_INPUT FOR THIS TASK_:
>>>

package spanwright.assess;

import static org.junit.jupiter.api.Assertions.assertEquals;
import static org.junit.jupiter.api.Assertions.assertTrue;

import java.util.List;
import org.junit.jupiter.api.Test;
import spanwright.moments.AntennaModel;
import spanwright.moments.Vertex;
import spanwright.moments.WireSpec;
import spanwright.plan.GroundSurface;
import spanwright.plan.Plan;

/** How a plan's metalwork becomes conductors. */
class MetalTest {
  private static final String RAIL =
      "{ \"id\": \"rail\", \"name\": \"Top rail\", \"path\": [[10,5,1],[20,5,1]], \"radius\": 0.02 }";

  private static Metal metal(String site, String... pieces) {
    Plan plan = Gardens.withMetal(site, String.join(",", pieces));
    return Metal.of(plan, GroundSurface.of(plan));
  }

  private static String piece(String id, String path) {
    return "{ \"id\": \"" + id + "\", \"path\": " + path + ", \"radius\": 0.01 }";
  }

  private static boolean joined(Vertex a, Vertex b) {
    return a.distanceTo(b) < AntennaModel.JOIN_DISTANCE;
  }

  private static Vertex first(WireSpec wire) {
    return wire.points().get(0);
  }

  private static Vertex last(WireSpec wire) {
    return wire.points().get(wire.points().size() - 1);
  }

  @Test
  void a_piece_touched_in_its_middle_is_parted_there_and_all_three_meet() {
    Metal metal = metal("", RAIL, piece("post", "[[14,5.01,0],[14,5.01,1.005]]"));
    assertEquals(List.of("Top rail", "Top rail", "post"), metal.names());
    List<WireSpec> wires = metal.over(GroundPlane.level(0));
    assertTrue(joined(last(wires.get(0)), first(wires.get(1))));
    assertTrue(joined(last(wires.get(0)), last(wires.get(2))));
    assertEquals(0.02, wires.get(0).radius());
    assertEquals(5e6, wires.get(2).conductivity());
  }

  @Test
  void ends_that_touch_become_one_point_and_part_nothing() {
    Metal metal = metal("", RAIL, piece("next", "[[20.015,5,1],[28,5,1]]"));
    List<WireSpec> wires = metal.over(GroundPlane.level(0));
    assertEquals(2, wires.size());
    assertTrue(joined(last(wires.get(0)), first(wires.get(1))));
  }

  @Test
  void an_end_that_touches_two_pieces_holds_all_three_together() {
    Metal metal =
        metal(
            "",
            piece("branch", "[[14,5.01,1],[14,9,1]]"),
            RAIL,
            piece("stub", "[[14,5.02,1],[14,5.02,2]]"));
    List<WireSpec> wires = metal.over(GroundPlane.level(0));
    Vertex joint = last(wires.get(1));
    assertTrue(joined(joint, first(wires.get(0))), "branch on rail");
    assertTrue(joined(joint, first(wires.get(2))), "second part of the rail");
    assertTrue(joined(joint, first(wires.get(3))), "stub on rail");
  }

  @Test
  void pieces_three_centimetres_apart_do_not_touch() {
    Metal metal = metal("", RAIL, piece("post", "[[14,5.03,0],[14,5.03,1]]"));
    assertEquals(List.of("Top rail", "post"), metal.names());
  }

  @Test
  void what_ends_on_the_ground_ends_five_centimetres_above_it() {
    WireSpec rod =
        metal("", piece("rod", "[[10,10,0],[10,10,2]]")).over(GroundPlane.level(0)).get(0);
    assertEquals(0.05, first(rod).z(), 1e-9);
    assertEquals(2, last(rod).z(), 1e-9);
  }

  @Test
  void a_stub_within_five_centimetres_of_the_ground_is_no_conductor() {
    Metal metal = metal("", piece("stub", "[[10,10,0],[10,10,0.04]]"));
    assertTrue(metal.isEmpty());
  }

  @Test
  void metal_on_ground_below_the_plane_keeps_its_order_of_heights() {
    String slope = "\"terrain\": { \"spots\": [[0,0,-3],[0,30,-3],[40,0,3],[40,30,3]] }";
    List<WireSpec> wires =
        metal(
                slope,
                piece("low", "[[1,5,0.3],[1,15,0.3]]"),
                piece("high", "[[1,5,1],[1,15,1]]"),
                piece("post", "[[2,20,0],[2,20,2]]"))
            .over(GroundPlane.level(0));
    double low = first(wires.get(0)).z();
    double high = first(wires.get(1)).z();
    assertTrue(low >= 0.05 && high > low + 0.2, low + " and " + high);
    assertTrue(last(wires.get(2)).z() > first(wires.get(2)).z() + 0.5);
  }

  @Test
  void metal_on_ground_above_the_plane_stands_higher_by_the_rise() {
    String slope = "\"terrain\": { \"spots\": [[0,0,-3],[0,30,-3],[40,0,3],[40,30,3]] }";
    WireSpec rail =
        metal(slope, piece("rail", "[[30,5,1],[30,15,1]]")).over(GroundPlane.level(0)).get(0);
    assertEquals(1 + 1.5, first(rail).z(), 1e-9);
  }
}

<<<

_REQUIRED ACTION_: Look for the string "void" in the listing above and copy every line holding it.

_COMPLETED EXERCISE_:
  void a_piece_touched_in_its_middle_is_parted_there_and_all_three_meet() {
  void ends_that_touch_become_one_point_and_part_nothing() {
  void an_end_that_touches_two_pieces_holds_all_three_together() {
  void pieces_three_centimetres_apart_do_not_touch() {
  void what_ends_on_the_ground_ends_five_centimetres_above_it() {
  void a_stub_within_five_centimetres_of_the_ground_is_no_conductor() {
  void metal_on_ground_below_the_plane_keeps_its_order_of_heights() {
  void metal_on_ground_above_the_plane_stands_higher_by_the_rise() {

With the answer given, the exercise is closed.